Trudie Dadd, 56, said she suffered "unbelievable fatigue", memory loss and numbness to her feet after being exposed to fumes twice during 2015.
She said she filed her complaint with BA but it was never followed up, adding: "In their eyes, it doesn't happen."
Dadd is one of 60 cabin crew workers who are suing BA over air pollution claims. Fourteen other cases involve airlines such as Virgin Atlantic, easyJet and Jet2.
Unite union is likening the situation to "the impact of asbestos on the building industry".
Dadd, who had worked for BA for 20 years, left the company in September.
"I couldn't remember simple things [like] people's names… I was in a fog, I just wasn't functioning," she told The Sunday Times.

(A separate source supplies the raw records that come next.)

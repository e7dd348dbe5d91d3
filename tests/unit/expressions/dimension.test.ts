import { describe, expect, it } from 'vitest';
import { compile } from '@/lib/expressions/compile';
import { checkDimension, dimensionOf } from '@/lib/expressions/dimension';
import { parseUnit } from '@/lib/numeric/units';

const unit = (code: string) => {
  const found = parseUnit(code);
  if (!found) throw new Error(`No unit ${code}`);
  return found;
};

const UNITS: Record<string, string> = {
  V: 'V', Ia: 'A', Ra: 'ohm', P: 'kW', Pw: 'W', Ph: 'hp', n: 'rpm', n0: 'rpm', T: 'N m', Tf: 'lbf ft', om: 'rad/s', s: 'percent', w: 'percent', f: 'Hz', p: 'none', pf: 'none',
  th: 'deg', t: 'degC', t0: 'degC', R1: 'ohm', K: 'ohm cmil/ft', L: 'ft', CM: 'cmil', ms: 'ms', tau: 's', S: 'kVA', Q: 'kvar', X: 'ohm', r: 'ohm/km', km: 'km', ft: 'ft', mA: 'mA', Em: 'lx',
};
const names = { values: new Set(Object.keys(UNITS)), parts: new Set(['a']) };
const units = { name: (name: string) => unit(UNITS[name] ?? ''), part: () => unit('A') };

const check = (source: string, target: string) => {
  const compiled = compile(source, names);
  if (!compiled.ok) throw new Error(compiled.says);
  return checkDimension(compiled.value, units, unit(target))?.problem ?? null;
};

describe('the units of a key', () => {
  it.each([
    ['V - Ia * Ra', 'V'], ['V - part.a * Ra', 'V'], ['V / Ra', 'A'], ['Ia^2 * Ra', 'W'], ['1000 * P / V', 'A'], ['P * 1000 / (V * pf)', 'A'], ['120 * f / p', 'rpm'],
    ['120 * f / p * (1 - s / 100)', 'rpm'], ['(n0 - n) / n * 100', 'percent'], ['n0 * V / (V - Ia * Ra) / (w / 100)', 'rpm'], ['2 * pi * n / 60', 'rad/s'],
    ['60 / (2 * pi) * Pw / n', 'N m'], ['Pw / om', 'N m'], ['T * om', 'W'], ['5252 * Ph / n', 'lbf ft'], ['sqrt(3) * V * Ia', 'VA'], ['sqrt(3) * V * Ia * pf', 'W'],
    ['sqrt(S^2 - Q^2)', 'kW'], ['S * cosd(th)', 'kW'], ['acosd(pf)', 'deg'], ['sqrt(Ra^2 + X^2)', 'ohm'], ['abs(Ra + i * X)', 'ohm'], ['R1 * (234.5 + t) / (234.5 + t0)', 'ohm'],
    ['2 * K * Ia * L / CM', 'V'], ['exp(-ms / 1000 / tau) * V', 'V'], ['r * km', 'ohm'], ['V - 2 - Ia * Ra', 'V'], ['max(0, V - Ia * Ra)', 'V'], ['V > 200 ? Ia : 2 * Ia', 'A'],
    ['746 * Ph / V', 'A'], ['5', 'A'], ['polard(V, -30) / (Ra + i*X)', 'A'], ['(V - Ia * Ra) / V', 'none'],
  ])('%s fits %s', (source, target) => expect(check(source, target)).toBeNull());

  it.each([
    ['V - Ia', 'V'], ['V * Ra', 'A'], ['V + Ia * Ra', 'A'], ['V + Ra * P', 'V'], ['Ia * Ra + P', 'V'], ['sind(V)', 'none'], ['2 ^ Ra', 'none'], ['V ^ pf', 'V'],
    ['V > Ia ? V : V', 'V'], ['max(V, Ia)', 'V'], ['exp(tau)', 'none'], ['between(V, Ia, 3) ? V : 0', 'V'], ['1000 * Ph / V', 'V'], ['log(Ra)', 'none'],
  ])('%s is not in %s: the dimensions differ', (source, target) => expect(check(source, target)).toBe('dimension'));

  it.each([
    ['P / V', 'A'], ['(n0 - n) / n', 'percent'], ['Ph / om', 'N m'], ['2 * pi * n * T', 'W'], ['2 * pi * n', 'rad/s'], ['n * (1 - s)', 'rpm'], ['P + Pw', 'kW'], ['sin(th)', 'none'],
    ['acos(pf)', 'deg'], ['exp(-ms / tau)', 'none'], ['Ia + mA', 'A'], ['sqrt(3) * V * Ia', 'kVA'], ['r * ft', 'ohm'], ['4 * Ph / V', 'A'], ['V / mA', 'ohm'], ['n0 / (w)', 'rpm'],
  ])('%s is not in %s: the units do not cancel', (source, target) => expect(check(source, target)).toBe('factor'));

  it('says what came out and what was asked, in words', () => {
    const compiled = compile('V * Ia', names);
    if (!compiled.ok) throw new Error(compiled.says);
    expect(checkDimension(compiled.value, units, unit('V'))?.says).toBe('V * Ia comes out in watts, and volts are asked.');
    const kilo = compile('P / V', names);
    if (!kilo.ok) throw new Error(kilo.says);
    expect(checkDimension(kilo.value, units, unit('A'))?.says).toContain('1000 times too small');
  });

  it('finds the dimension of a derived value, and hands on that a number may have converted', () => {
    const derive = (source: string) => {
      const compiled = compile(source, names);
      if (!compiled.ok) throw new Error(compiled.says);
      return dimensionOf(compiled.value, units);
    };
    expect(derive('V / Ra')).toMatchObject({ ok: true, value: { dimension: unit('A').dimension, factor: 1 } });
    expect(derive('Ia / (w / 100)')).toMatchObject({ ok: true, value: { dimension: unit('A').dimension, factor: null } });
    expect(derive('P / V')).toMatchObject({ ok: true, value: { factor: 1000 } });
    expect(derive('V + Ia')).toMatchObject({ ok: false, problem: { problem: 'dimension' } });
  });
});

She was advised by doctors not to fly for six months so she could recover her health.
"I have had to leave a job that I loved – a job I wanted to do since the age of 10," she said. "I am very angry that I have had to take that decision."
In a statement BA said it would not operate an aircraft "if we believed it posed a health or safety risk to our customers or crew", adding that: "We always encourage our colleagues to report any potential safety incidents to allow us to investigate them, and all reports are shared with the CAA."
According to the Sunday Times reports, at least 292 'fume or smoke' incidents occurred inside aircraft operated by British carriers between June 2014 and May 2015.
Howard Beckett, a Unite representative, said: "It is a health issue which the airline industry has been aware of for some time and is so serious that our members are likening it to the impact of asbestos on the building industry."